I have picked up by reading this section that when you buy decent stuff, some products are better than others for some colours - So your suggestions would be very welcome, I don't want to spend too much and would rather buy a few really effective but more expensive products than lots of okish ones 

(Syd if you see this I would like to know what you use on the QS ;-)

Thanks

Charlie


----------



## dooka (Apr 28, 2006)

Charlie Charlie Charlie..

There are lots of sealants and waxes you can use..

What sort of effect are you after..

Some thing like the Zaino series will give you a glass like effect, where a Carnauba wax will give you a warmer look..

The wax really only gives you around 10% of the finish, it's all in the prep work..

Collinite waxes are good for the money, people love dodo, I like Zymol..

Depends on what your budget is..

You are welcome to try some of mine, say one on each panel so you can see how they all look, and make your mind up that way..

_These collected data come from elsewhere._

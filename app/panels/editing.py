"""The one edit/refuse path of the editor panels (Segment Card and its sections, Feed).

Every entry a user makes goes the same way: if it changes nothing, nothing happens (no undo
step); otherwise a command is built, which validates the whole new model object; if the model
accepts it, the command is pushed (one undo step), and if not, the refusal is shown where the
entry was made, in the user's words and units, and nothing changes. Only the errors a refusal
raises are caught (:data:`REFUSALS`); anything else is a bug and surfaces.

:class:`EditorPanel` is the base of the panels that edit through this path: it keeps their
:class:`QuantityEdit` boxes in the unit system, commits typed text before the selection or the
units change, and shows refusals. The small layout helpers :func:`section` and :func:`hint`
give the panels one look.
"""

from __future__ import annotations

from typing import Any, Callable, Mapping, Optional

from pydantic import ValidationError
from PySide6.QtCore import Qt, QTimer, Signal
from PySide6.QtGui import QUndoCommand
from PySide6.QtWidgets import QComboBox, QFormLayout, QGroupBox, QLabel, QWidget

from app import commands, messages, units
from app.widgets.quantity_edit import ERROR_COLOUR, QuantityEdit
from solver.errors import CalorunError, InputError

#: what a refused entry raises: the model's validation, a value the solver's catalogue does not
#: know, a text that is not a quantity. Anything else is a bug and is not caught.
REFUSALS = (ValidationError, CalorunError, units.UnitParseError)

HINT_STYLE = "color: #5B6770; font-size: 8.5pt;"


def section_form(box: QGroupBox) -> QFormLayout:
    """The form layout of a section: labels right-aligned, fields growing."""
    form = QFormLayout(box)
    form.setLabelAlignment(Qt.AlignRight | Qt.AlignVCenter)
    form.setFieldGrowthPolicy(QFormLayout.AllNonFixedFieldsGrow)
    form.setHorizontalSpacing(8)
    form.setVerticalSpacing(5)
    form.setContentsMargins(8, 6, 8, 8)
    return form


def section(title: str) -> tuple[QGroupBox, QFormLayout]:
    """A titled group with a section form."""
    box = QGroupBox(title)
    return box, section_form(box)


def hint(text: str) -> QLabel:
    """A small grey explanatory line (wraps)."""
    lab = QLabel(text)
    lab.setWordWrap(True)
    lab.setStyleSheet(HINT_STYLE)
    return lab


def error_hint() -> QLabel:
    """A hidden line for refusals that belong to a group rather than one box."""
    lab = hint("")
    lab.setStyleSheet(f"color: {ERROR_COLOUR};")
    lab.hide()
    return lab


def set_combo_data(combo: QComboBox, data: Any, add_missing: bool = False) -> None:
    """Select the entry holding ``data`` without emitting; add it when asked and missing."""
    combo.blockSignals(True)
    i = combo.findData(data)
    if i < 0 and add_missing:
        combo.addItem(str(data), data)
        i = combo.count() - 1
    if i < 0 and combo.isEditable():
        combo.setEditText(str(data))
    elif i >= 0:
        combo.setCurrentIndex(i)
    combo.blockSignals(False)


def refusal_text(exc: Exception, system: str, prefix: str = "") -> str:
    """A refusal in the user's words: the field's label, the display unit, the value entered."""
    if isinstance(exc, ValidationError):
        return messages.validation_message(exc, system, prefix=prefix)
    if isinstance(exc, InputError):  # e.g. a schedule the tables do not hold for this size
        return f"{messages.field_label(exc.field)}: {exc.reason}; you entered {exc.value}"
    return str(exc)  # units.UnitParseError and the other solver errors are written for the user


def unchanged(model: Any, changes: Mapping[str, Any]) -> bool:
    """True when every dotted path of ``changes`` already holds its value in ``model``."""
    try:
        return all(commands.get_path(model, path) == value for path, value in changes.items())
    except (AttributeError, IndexError, KeyError):
        return False  # a new list entry: it is a change


def push_edit(doc, make_command: Callable[[], QUndoCommand], on_refused: Callable[[str], None],
              *, model: Any = None, changes: Optional[Mapping[str, Any]] = None, prefix: str = "") -> bool:
    """Build the command and push it, or say why the model refuses; returns whether the model now
    holds the entry. With ``model`` and ``changes``, an entry that changes nothing pushes nothing."""
    if model is not None and changes is not None and unchanged(model, changes):
        return True
    try:
        command = make_command()
    except REFUSALS as exc:
        on_refused(refusal_text(exc, doc.unit_system, prefix))
        return False
    doc.push(command)
    return True


class EditorPanel(QWidget):
    """Base of a panel whose entries go through :func:`push_edit`.

    Subclasses implement :meth:`set_fields` (which command an entry makes) and
    :meth:`refresh`; they create their boxes with :meth:`quantity_edit` and set
    ``self.panel_error`` to the label for refusals of combo boxes and buttons.
    """

    #: emitted with the message when an edit is refused (the status bar and tests listen)
    edit_refused = Signal(str)

    def __init__(self, doc, parent: Optional[QWidget] = None):
        super().__init__(parent)
        self.doc = doc
        self.loading = False  # True while widgets are filled from the model: they emit no edits
        self._qedits: list[QuantityEdit] = []
        self.panel_error: Optional[QLabel] = None

    # ------------------------------------------------------------------ boxes

    def quantity_edit(self, quantity: str, label: str, path: Optional[str] = None,
                      error_label: Optional[QLabel] = None, **kw) -> QuantityEdit:
        """A box for one quantity, named by its ``label`` in messages; commits ``{path: value}``."""
        edit = QuantityEdit(quantity, self.doc.unit_system, label, **kw)
        self._qedits.append(edit)
        if path is not None:
            edit.value_committed.connect(
                lambda v, p=path, e=edit: self.set_fields({p: v}, source=e, error_label=error_label))
        return edit

    def forget_dead_edits(self) -> None:
        """Drop boxes Qt has deleted (table rows rebuilt)."""
        import shiboken6

        self._qedits = [e for e in self._qedits if shiboken6.isValid(e)]

    def commit_pending(self) -> None:
        """Commit text typed but not yet committed (a selection or unit change may not take focus)."""
        for e in list(self._qedits):
            if e.isVisibleTo(self) and e.pending:
                e.commit()

    def reset_edits(self) -> None:
        """Drop refusal marks: they belong to what they were typed for."""
        for e in self._qedits:
            e.reset()

    def set_unit_system(self, system: str) -> None:
        self.commit_pending()  # read typed text in the units it was typed in, before they change
        for e in self._qedits:
            e.set_unit_system(system)

    # ------------------------------------------------------------------ edits

    def set_fields(self, changes: dict, source: Optional[QuantityEdit] = None, text: Optional[str] = None,
                   error_label: Optional[QLabel] = None) -> bool:  # pragma: no cover - abstract
        raise NotImplementedError

    def refuse(self, message: str, source: Optional[QuantityEdit] = None,
               error_label: Optional[QLabel] = None) -> None:
        """Show a refusal where the entry was made: in the box, the group's line or the panel's line."""
        if source is not None:
            source.show_error(message)
        label = error_label if error_label is not None else (None if source is not None else self.panel_error)
        if label is not None:
            label.setText(message)
            label.show()
        self.edit_refused.emit(message)
        if source is None and error_label is None:
            self._restore_later(message)

    def _restore_later(self, message: str) -> None:
        """Put combos and radio buttons back to the model after a refusal, keeping the message."""

        def again():
            self.refresh()
            if self.panel_error is not None and message:
                self.panel_error.setText(message)
                self.panel_error.show()

        QTimer.singleShot(0, again)

    def refresh(self, *_args) -> None:  # pragma: no cover - abstract
        raise NotImplementedError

PM me if you are interested..


----------



## Charlie (Dec 15, 2006)

Cheers Rob I thought you might answer ;-)

I really would prefer the sort of finish it looks as though you could dip your hand straight in if you know what I mean?

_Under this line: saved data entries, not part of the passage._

_WINDOW_STYLE = """
QMainWindow::separator { width: 5px; height: 5px; background: #E4E8EB; }
QDockWidget { font-weight: 600; }
QDockWidget::title { background: #E9EEF1; padding: 4px 8px; border-bottom: 1px solid #D3DADF; }
QDockWidget > QWidget { font-weight: normal; }
QGroupBox { font-weight: 600; border: 1px solid #D9DEE2; border-radius: 4px; margin-top: 10px; padding-top: 4px; }
QGroupBox::title { subcontrol-origin: margin; left: 8px; padding: 0 4px; color: #1F2A33; }
QGroupBox > QWidget { font-weight: normal; }
QLabel#CautionsBanner { color: #6B4500; background: #FFF3D6; border: 1px solid #E8C77A;
                        border-radius: 3px; padding: 2px 8px; }
QToolBar#BannerBar { padding: 1px 4px; border: none; }
"""


def _wait_for_first_result(win: MainWindow, timeout_s: float = 60.0) -> None:
    app = QApplication.instance()
    deadline = time.perf_counter() + timeout_s
    while time.perf_counter() < deadline:
        app.processEvents()
        if win.doc.result is not None or (win.doc.last_error and not win.doc.solving):
            break
        time.sleep(0.005)
    for _ in range(5):  # let the plots and tables repaint with the result
        app.processEvents()
        time.sleep(0.01)


def run(path: Optional[str] = None, screenshot: Optional[str] = None, unit_system: Optional[str] = None) -> int:
    """Start the desktop app on ``path`` (the demo project when None).

    With ``screenshot``, render the window offscreen at 1600×1000 once the first result and its
    uncertainty bands are plotted, save it as PNG and return 0 without entering the event loop. A screenshot is a
    picture, not a session: it shows ``unit_system`` (default SI, not the remembered one) and
    writes no settings, no Recent files entry and no autosave file, and leaves a recovery file
    from a real session where it is.
    """
    if screenshot:
        os.environ.setdefault("QT_QPA_PLATFORM", "offscreen")
    app = QApplication.instance() or QApplication(sys.argv[:1])
    app.setOrganizationName(settings.ORGANISATION)
    app.setApplicationName(settings.APPLICATION)
    app.setStyle("Fusion")
    gui_gc.install(app)  # garbage collection on the GUI thread only, never on a solve worker
    if screenshot:
        win = MainWindow(interactive=False, remember=False, unit_system=unit_system or "SI")
    else:
        win = MainWindow(unit_system=unit_system)
    opened = bool(path) and win.open_file(path, ask=False)
    if path and not opened and screenshot:
        return 2  # the dialog text went to stderr
    if not opened:
        win.load_demo()
    if screenshot:
        out = Path(screenshot)
        win.resize(1600, 1000)
        win.show()
        _wait_for_first_result(win)
        win.doc.bands_now()  # the picture shows the uncertainty bands, as a user sees them a moment later
        win.resize(1600, 1000)
        app.processEvents()
        image = win.grab()
        out.parent.mkdir(parents=True, exist_ok=True)
        ok = image.save(str(out), "PNG")
        win.doc.shutdown()
        win.close()
        if not ok:
            print(f"calorun: could not write screenshot {out}", file=sys.stderr)
            return 1
        return 0
    win.show()
    QTimer.singleShot(0, win.check_recovery)
    return app.exec()
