def diamond(painter: QPainter, cx: float, cy: float, r: float = 4.0) -> None:
    painter.drawPolygon(QPolygonF([QPointF(cx, cy - r), QPointF(cx + r, cy), QPointF(cx, cy + r), QPointF(cx - r, cy)]))


def heat_sink_mark(painter: QPainter, cx: float, cy: float, r: float = 4.5) -> None:
    """A heat sink: a small block with three fins below it (heat leaving), centred on (cx, cy); the
    painter's pen and brush."""
    painter.drawRect(QRectF(cx - r, cy - r, 2 * r, r))
    for dx in (-r + 1, 0.0, r - 1):
        painter.drawLine(QPointF(cx + dx, cy), QPointF(cx + dx, cy + r))


def elevation_arrow(painter: QPainter, x: float, y_mid: float, up: bool, size: float = 5.0) -> None:
    tip = y_mid - size if up else y_mid + size
    base = y_mid + size if up else y_mid - size
    painter.drawLine(QPointF(x, base), QPointF(x, tip))
    d = 3.2 if up else -3.2
    painter.drawPolygon(QPolygonF([QPointF(x, tip), QPointF(x - 3.2, tip + d), QPointF(x + 3.2, tip + d)]))


def paint_pipe(
    painter: QPainter,
    rect: QRectF,
    yc: float,
    *,
    model: str,
    insulation_px: float,
    heat_input: Union[bool, str],
    bore_half: float = BORE_HALF,
    compact: bool = False,
    steam_tracer: bool = False,
) -> float:
    """Paint one run of pipe with its wall model between rect.left and rect.right.

    ``heat_input`` is the heater's kind (``"constant"``, ``"self_limiting"``, ``"thermostat"``; True is
    constant, False or "" none). ``steam_tracer`` draws a steam tube tracer along the underside of the
    pipe, inside the insulation. Returns the half height of the outer extent (so callers can place things below it).
    """
    painter.save()
    try:  # the caller's painter comes back as it was, whatever happens here
        return _paint_pipe(painter, rect, yc, model, insulation_px, heat_input, bore_half, compact, steam_tracer)
    finally:
        painter.restore()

Thanks for the offer I am far too busy for all that parlaver, I know it needs a claying and start to finish on the paint prep.

Cheers

Charlie


----------



## wallstreet (Oct 19, 2009)

Charlie said:


> Ok so I admit I know next to nothing about all these weird products with names such as Collinite? or similar I use stuff like Mer and Turtle Wax, that should highlight me as a complete amateur; although I do use the 2 bucket cleaning method, if I don't jet wash it
> 
> I have picked up by reading this section that when you buy decent stuff, some products are better than others for some colours - So your suggestions would be very welcome, I don't want to spend too much and would rather buy a few really effective but more expensive products than lots of okish ones
> 
> ...


Well if you drive over, I can let you have a shot of the DA Polisher, will take away your swirls... your paint and car is still fine and you can do quite a lot mate...

Collinite 476S is a great wax, tested to outlast many others.. there is a link from something on here from a while back to detailing something or another site...

Let me know what u may need to know.

Ciao


----------



## bobski (Oct 21, 2007)

Hi Charlie,

If you are starting to do some detailing this will get you started with great results.

Meguires 7 show glaze 
Meguires 21 sealant 
Collitne 476S Wax
Turtle Wax Back to black Plastics (silicone based)

Its as wet and glossy as i can get it ... 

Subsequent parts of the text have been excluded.